ABOUT THIS EXERCISE » When you output the entries, begin with the first line and end with the line containing "const HOUR = 3_600_000;", keeping each line exactly as it is.

[Collection entries]
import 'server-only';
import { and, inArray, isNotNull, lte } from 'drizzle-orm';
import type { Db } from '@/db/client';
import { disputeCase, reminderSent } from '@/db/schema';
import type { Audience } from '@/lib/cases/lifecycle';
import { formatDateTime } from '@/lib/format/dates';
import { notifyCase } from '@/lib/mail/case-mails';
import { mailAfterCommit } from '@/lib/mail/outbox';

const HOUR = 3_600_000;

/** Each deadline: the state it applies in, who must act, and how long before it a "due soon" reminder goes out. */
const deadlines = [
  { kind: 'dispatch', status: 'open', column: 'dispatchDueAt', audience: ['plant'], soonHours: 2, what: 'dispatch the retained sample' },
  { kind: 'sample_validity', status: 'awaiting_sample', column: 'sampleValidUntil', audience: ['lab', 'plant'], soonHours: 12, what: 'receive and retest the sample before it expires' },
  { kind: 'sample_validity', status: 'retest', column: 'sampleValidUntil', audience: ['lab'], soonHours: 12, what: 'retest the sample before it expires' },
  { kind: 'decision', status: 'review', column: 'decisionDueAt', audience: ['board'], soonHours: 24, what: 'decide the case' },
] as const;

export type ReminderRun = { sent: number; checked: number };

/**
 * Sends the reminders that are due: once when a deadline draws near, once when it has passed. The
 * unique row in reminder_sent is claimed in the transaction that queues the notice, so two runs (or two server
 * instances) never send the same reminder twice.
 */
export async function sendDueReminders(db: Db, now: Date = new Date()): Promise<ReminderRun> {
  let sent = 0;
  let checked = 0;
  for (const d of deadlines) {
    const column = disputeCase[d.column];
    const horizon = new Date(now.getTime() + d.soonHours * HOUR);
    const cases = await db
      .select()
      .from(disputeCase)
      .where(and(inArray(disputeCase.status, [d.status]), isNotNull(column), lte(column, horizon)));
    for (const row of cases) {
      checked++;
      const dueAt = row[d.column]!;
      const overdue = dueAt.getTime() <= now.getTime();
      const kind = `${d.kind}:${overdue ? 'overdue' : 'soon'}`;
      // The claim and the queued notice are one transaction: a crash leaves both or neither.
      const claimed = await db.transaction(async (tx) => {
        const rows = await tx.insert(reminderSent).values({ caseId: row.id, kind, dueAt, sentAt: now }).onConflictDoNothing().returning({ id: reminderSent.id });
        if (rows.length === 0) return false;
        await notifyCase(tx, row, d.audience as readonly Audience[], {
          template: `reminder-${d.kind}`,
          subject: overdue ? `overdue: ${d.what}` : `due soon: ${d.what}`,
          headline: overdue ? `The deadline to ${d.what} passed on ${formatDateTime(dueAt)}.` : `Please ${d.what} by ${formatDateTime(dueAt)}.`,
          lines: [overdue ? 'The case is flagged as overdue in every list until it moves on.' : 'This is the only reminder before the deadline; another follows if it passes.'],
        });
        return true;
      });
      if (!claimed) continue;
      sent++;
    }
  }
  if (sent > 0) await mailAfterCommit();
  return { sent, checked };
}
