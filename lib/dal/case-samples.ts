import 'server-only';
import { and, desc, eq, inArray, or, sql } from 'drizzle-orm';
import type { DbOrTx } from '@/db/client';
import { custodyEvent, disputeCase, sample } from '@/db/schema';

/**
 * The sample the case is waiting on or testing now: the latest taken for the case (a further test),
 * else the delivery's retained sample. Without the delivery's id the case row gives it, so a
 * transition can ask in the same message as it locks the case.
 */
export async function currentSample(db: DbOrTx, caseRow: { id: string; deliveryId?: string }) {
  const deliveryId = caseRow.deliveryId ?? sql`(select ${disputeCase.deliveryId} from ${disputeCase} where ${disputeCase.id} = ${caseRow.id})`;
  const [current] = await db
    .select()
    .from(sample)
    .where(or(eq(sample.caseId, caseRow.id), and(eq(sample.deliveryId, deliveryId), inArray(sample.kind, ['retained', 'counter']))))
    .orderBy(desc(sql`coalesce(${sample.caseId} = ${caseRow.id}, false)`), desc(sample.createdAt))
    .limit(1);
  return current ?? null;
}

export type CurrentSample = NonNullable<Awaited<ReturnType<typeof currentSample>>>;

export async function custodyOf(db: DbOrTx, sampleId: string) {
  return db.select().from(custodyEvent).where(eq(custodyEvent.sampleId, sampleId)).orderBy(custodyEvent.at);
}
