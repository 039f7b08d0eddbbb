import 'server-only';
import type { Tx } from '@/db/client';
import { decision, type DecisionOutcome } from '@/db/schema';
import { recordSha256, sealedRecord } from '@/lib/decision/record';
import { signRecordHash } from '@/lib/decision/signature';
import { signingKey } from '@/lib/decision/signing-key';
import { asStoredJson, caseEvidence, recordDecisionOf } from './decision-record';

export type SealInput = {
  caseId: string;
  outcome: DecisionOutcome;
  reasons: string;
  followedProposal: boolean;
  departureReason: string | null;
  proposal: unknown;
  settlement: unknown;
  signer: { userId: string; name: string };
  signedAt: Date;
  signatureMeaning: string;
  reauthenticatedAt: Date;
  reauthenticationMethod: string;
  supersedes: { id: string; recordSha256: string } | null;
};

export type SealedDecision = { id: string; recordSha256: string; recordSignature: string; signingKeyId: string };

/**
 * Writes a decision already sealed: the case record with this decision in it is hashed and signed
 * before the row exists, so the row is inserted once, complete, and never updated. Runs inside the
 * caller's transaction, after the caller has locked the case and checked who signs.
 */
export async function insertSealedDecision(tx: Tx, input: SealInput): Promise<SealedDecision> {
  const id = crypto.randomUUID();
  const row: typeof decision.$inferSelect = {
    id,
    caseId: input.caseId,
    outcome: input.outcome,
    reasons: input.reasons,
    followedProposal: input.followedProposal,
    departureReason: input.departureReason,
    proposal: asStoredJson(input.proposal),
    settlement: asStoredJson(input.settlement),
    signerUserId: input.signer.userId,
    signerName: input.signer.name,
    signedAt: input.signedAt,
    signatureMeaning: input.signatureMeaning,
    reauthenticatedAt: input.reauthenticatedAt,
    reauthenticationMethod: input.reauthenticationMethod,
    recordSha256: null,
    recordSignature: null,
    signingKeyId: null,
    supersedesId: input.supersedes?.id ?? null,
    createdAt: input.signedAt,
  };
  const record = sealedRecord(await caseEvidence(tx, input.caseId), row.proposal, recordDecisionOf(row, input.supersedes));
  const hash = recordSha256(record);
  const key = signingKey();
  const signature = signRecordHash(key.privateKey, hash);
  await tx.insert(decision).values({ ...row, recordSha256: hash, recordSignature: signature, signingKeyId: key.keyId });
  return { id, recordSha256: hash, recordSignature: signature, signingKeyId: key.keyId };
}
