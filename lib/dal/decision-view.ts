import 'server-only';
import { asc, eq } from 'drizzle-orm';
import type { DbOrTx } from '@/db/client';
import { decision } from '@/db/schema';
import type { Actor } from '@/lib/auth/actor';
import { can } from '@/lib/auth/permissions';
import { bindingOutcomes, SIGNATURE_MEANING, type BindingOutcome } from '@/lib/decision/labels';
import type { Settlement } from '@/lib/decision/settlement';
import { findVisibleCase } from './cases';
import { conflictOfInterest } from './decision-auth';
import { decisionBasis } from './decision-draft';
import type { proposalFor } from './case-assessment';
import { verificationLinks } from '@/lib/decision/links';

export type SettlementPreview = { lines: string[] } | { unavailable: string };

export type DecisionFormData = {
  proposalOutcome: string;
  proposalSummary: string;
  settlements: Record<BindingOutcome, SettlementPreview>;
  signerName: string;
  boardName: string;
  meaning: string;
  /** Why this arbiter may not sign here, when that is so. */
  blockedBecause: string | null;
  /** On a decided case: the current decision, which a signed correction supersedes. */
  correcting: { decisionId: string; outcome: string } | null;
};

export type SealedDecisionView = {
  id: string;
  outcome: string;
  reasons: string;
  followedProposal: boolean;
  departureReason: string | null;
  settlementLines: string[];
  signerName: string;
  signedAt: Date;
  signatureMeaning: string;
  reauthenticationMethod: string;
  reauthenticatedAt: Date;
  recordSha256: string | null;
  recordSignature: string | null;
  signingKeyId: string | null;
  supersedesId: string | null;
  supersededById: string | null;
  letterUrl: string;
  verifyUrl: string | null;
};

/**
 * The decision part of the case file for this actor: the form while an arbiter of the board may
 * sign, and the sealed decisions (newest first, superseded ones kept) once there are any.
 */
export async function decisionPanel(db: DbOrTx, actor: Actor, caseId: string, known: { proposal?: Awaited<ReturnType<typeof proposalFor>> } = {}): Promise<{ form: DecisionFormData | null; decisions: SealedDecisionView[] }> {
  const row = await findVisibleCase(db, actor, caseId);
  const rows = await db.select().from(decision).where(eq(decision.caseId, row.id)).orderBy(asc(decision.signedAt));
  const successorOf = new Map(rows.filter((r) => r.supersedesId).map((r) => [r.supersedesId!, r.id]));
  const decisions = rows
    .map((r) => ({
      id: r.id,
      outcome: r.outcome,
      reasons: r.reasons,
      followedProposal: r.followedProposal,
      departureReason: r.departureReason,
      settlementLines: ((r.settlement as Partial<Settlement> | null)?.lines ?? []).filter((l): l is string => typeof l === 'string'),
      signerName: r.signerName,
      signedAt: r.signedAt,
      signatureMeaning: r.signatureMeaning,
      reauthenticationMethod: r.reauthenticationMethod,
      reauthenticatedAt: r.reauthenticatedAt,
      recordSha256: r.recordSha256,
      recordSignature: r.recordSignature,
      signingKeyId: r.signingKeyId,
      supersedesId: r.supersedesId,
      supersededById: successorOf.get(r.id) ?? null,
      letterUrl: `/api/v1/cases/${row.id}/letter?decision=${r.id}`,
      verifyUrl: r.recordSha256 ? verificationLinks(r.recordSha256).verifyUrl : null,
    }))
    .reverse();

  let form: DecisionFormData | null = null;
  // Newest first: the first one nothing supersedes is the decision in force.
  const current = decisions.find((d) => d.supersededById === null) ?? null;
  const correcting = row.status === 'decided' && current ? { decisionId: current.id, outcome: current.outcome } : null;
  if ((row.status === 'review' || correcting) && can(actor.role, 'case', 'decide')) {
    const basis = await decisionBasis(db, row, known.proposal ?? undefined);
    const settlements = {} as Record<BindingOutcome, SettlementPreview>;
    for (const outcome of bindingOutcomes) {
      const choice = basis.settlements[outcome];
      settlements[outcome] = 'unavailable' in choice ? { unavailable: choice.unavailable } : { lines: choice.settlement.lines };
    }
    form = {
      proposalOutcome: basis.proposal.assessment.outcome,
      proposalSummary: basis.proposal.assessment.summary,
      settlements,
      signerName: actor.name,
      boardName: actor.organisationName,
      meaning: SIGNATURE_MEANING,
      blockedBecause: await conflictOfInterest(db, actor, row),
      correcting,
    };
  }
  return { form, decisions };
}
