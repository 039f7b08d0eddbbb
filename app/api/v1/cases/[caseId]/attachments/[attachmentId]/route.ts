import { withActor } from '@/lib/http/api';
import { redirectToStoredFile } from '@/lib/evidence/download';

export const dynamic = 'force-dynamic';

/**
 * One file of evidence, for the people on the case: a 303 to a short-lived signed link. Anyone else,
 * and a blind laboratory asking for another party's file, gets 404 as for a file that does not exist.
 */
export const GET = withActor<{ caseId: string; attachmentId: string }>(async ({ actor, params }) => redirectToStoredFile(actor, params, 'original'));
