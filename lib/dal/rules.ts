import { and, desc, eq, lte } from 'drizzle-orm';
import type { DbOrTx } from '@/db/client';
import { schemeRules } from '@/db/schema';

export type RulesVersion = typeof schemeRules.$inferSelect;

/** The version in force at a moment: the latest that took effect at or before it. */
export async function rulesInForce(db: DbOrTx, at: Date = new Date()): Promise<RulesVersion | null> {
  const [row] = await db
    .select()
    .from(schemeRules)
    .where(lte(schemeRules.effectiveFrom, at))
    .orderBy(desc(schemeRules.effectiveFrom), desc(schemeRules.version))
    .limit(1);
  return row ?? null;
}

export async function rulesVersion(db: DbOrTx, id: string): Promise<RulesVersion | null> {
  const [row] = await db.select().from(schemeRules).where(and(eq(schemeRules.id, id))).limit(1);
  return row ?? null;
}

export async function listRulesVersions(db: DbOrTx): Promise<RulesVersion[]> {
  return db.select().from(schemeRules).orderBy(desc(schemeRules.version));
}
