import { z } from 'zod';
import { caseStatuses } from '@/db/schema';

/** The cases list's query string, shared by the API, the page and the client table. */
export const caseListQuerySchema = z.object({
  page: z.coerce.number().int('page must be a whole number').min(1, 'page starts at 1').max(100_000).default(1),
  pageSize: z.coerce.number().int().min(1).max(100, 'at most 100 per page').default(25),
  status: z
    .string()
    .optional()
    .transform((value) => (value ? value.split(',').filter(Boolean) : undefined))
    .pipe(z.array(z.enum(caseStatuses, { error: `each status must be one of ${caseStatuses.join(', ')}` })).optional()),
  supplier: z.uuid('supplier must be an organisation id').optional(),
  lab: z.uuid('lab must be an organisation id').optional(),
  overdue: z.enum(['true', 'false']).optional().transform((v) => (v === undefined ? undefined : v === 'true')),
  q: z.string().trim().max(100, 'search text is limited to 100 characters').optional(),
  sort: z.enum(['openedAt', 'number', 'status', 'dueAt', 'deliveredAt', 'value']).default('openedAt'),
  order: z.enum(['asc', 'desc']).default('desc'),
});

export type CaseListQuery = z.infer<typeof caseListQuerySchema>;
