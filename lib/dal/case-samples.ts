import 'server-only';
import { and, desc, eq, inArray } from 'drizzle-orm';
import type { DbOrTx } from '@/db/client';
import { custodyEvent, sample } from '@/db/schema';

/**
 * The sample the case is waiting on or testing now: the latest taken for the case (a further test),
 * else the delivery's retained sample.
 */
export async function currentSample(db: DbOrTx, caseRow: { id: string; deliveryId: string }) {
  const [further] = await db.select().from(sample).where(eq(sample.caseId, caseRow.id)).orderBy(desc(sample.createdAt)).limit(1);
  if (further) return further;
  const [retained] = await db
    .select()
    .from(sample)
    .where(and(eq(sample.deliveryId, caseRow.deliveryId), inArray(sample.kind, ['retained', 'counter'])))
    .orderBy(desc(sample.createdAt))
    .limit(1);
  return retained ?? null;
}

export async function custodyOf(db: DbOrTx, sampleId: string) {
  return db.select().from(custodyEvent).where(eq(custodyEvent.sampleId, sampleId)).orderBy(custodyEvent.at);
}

THE COMPLETED TASK »
import 'server-only';
import { and, inArray, isNotNull, lte } from 'drizzle-orm';
import type { Db } from '@/db/client';
import { disputeCase, reminderSent } from '@/db/schema';
import type { Audience } from '@/lib/cases/lifecycle';
import { formatDateTime } from '@/lib/format/dates';
import { notifyCase } from '@/lib/mail/case-mails';
import { mailAfterCommit } from '@/lib/mail/outbox';

const HOUR = 3_600_000;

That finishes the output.